The PhA has the advantages of simplicity, non-invasiveness, and being free from equation-inherent errors and necessary assumptions. It also reflects cellular-level alterations that are not fully captured by conventional anthropometric measures. Thus, the PhA may serve as a complementary marker of early metabolic alterations associated with later T2D development in both clinical and population-based settings, particularly in resource-limited settings. However, current evidence remains limited. Future longitudinal studies with repeated BIA assessments are necessary to examine whether temporal changes in the PhA and other bioimpedance-derived parameters are associated with the development or progression of prediabetes and T2D. Moreover, future studies with repeated BIA measurements across diverse populations, formal prediction models, and the establishment of sex-, age-, and population-specific reference ranges are necessary to improve interpretability and assess the incremental diagnostic or prognostic value beyond established markers for prediabetes and T2D.

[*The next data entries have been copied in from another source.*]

/** Runs a registered solver on a problem and returns the independently checked result. */
export function solveProblem(problem: Problem, solverName: string, settings: unknown, ctx: SolveContext, options?: RunOptions): Promise<RunResult> {
  return defaultOrchestrator.solveProblem(problem, solverName, settings, ctx, options);
}

/** What `spinyard inspect` and the UI show about the cost operator of a problem. */
export interface EncodingSummary {
  method: string;
  qubits: number;
  depotQubits: number;
  slackQubits: number;
  /** Non-zero Pauli terms besides the identity (Z_i and Z_iZ_j). */
  pauliTerms: number;
  linearTerms: number;
  quadraticTerms: number;
  /** Coefficient of the identity. */
  offset: number;
  penalties: PenaltyTerm[];
  rule: string;
  approximate: boolean;
  /** Qubit-wise commuting measurement groups (every term of an Ising operator is a Z-string). */
  commutingGroups: number;
  /** How the groups were found: the operators module's greedy grouping, or the diagonal argument. */
  groupMethod: string;
  /** Σ|c_k| over the non-identity terms (sets the state-independent shot budget). */
  coefficientNorm: number;
  /** Target standard error of the energy estimate the shot budget is for. */
  precision: number;
  /** Shots that reach `precision` in any state: ⌈(Σ|c_k|)²/ε²⌉. */
  shots: number;
  shotRule: string;
  /**
   * The largest terms by |coefficient| (at most LISTED_TERMS), so every screen lists the operator
   * this summary counts — for k regions the first split a solver simulates, not the one-hot form.
   */
  largestTerms: Array<{ qubits: number[]; coeff: number }>;
}

/** Terms an encoding summary lists. */
export const LISTED_TERMS = 40;

export interface DescribeOptions extends EncodingOptions {
  /** Target standard error ε of the energy; default 1 % of the total |lane weight|. */
  precision?: number;
}

/** Up to this many terms the groups are counted by operators/grouping (its cost is O(T²·n)). */
export const MAX_GROUPED_TERMS = 2000;

/** Above this many estimated Pauli terms the operator is not built (memory, not physics). */
export const MAX_DESCRIBED_TERMS = 5_000_000;

/** Rough size of the operator before building it: penalties square sums over all depots. */
export function estimatedPauliTerms(problem: Problem): number {
  const { n, m } = problem.network;
  if (problem.kind === 'maxcut') return n + m;
  if (problem.kind === 'bisection') return n + m + ((n + 8) * (n + 7)) / 2;
  const k = problem.k;
  return n * k + m * k + (n * k * (k - 1)) / 2 + (k * (n + 6) * (n + 5)) / 2;
}

/**
 * The encoding of a problem as the variational solvers would use it: qubits, terms, offset,
 * penalty weights with their rule, measurement groups and a shot budget. Shots use the
 * state-independent bound Var(Ê) ≤ (Σ|c_k|)²/S for one commuting group (textbook; allocation
 * usually credited to Wecker, Hastings, Troyer, PRA 92, 042303 (2015)).
 */
export function describeEncoding(problem: Problem, opts: DescribeOptions = {}): EncodingSummary {
  const estimate = estimatedPauliTerms(problem);
  if (estimate > MAX_DESCRIBED_TERMS) {
    throw new Error(`the ${problem.kind} operator would have about ${Math.round(estimate).toLocaleString('en')} Pauli terms (limit ${MAX_DESCRIBED_TERMS.toLocaleString('en')}); use a smaller network`);
  }
  const enc = encodeProblem(problem, opts);
  const op = enc.operator;
  let linearTerms = 0, quadraticTerms = 0, norm = 0;
  for (let q = 0; q < op.numQubits; q++) if (op.linear[q] !== 0) { linearTerms++; norm += Math.abs(op.linear[q]); }
  for (let t = 0; t < op.quadCoeff.length; t++) if (op.quadCoeff[t] !== 0) { quadraticTerms++; norm += Math.abs(op.quadCoeff[t]); }
  let totalAbs = 0;
  for (const w of problem.network.laneWeight) totalAbs += Math.abs(w);
  const precision = opts.precision ?? 0.01 * Math.max(totalAbs, 1e-12);
  if (!(precision > 0) || !Number.isFinite(precision)) throw new Error(`precision must be a positive number (got ${opts.precision})`);
  const shots = norm === 0 ? 0 : Math.ceil((norm / precision) ** 2 - 1e-9);
  const terms = linearTerms + quadraticTerms;
  const listed: Array<{ qubits: number[]; coeff: number }> = [];
  for (let q = 0; q < op.numQubits; q++) if (op.linear[q] !== 0) listed.push({ qubits: [q], coeff: op.linear[q] });
  for (let t = 0; t < op.quadCoeff.length; t++) if (op.quadCoeff[t] !== 0) listed.push({ qubits: [op.quadI[t], op.quadJ[t]], coeff: op.quadCoeff[t] });
  listed.sort((a, b) => Math.abs(b.coeff) - Math.abs(a.coeff));
  const grouped = terms > 0 && terms <= MAX_GROUPED_TERMS;
  const commutingGroups = grouped ? groupQubitWise(isingToPauliSum(op)).groups.length : terms > 0 ? 1 : 0;
  return {
    method: enc.method,
    qubits: enc.numQubits,
    depotQubits: enc.depotQubits,
    slackQubits: enc.numQubits - enc.depotQubits,
    pauliTerms: linearTerms + quadraticTerms,
    linearTerms,
    quadraticTerms,
    offset: op.offset,
    penalties: enc.penalties,
    rule: enc.rule,
    approximate: enc.approximate,
    commutingGroups,
    groupMethod: grouped ? 'qubit-wise commuting groups (greedy colouring, operators/grouping.ts)' : 'all terms are Z-strings, which commute qubit-wise: one group',
    coefficientNorm: norm,
    precision,
    shots,
    largestTerms: listed.slice(0, LISTED_TERMS),
    shotRule: `one Z-basis measurement per shot gives every term; S = ⌈(Σ|c_k|)²/ε²⌉ = ⌈(${fmt(norm)}/${fmt(precision)})²⌉ bounds the standard error by ε in any state`,
  };
}

const fmt = (x: number) => (Number.isInteger(x) ? String(x) : x.toPrecision(6));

In conclusion, our findings suggest a stage-dependent link between PhA values and derangements in glucose metabolism. While higher PhA values could be an indicator of IR during pre-diabetic stages and therefore an increased risk of developing T2D, long-standing diabetes may lead to lower PhA values. Future longitudinal studies, examining changes in PhA values over time in persons with and without diabetes, are warranted to further clarify these first longitudinal results and the underlying mechanisms.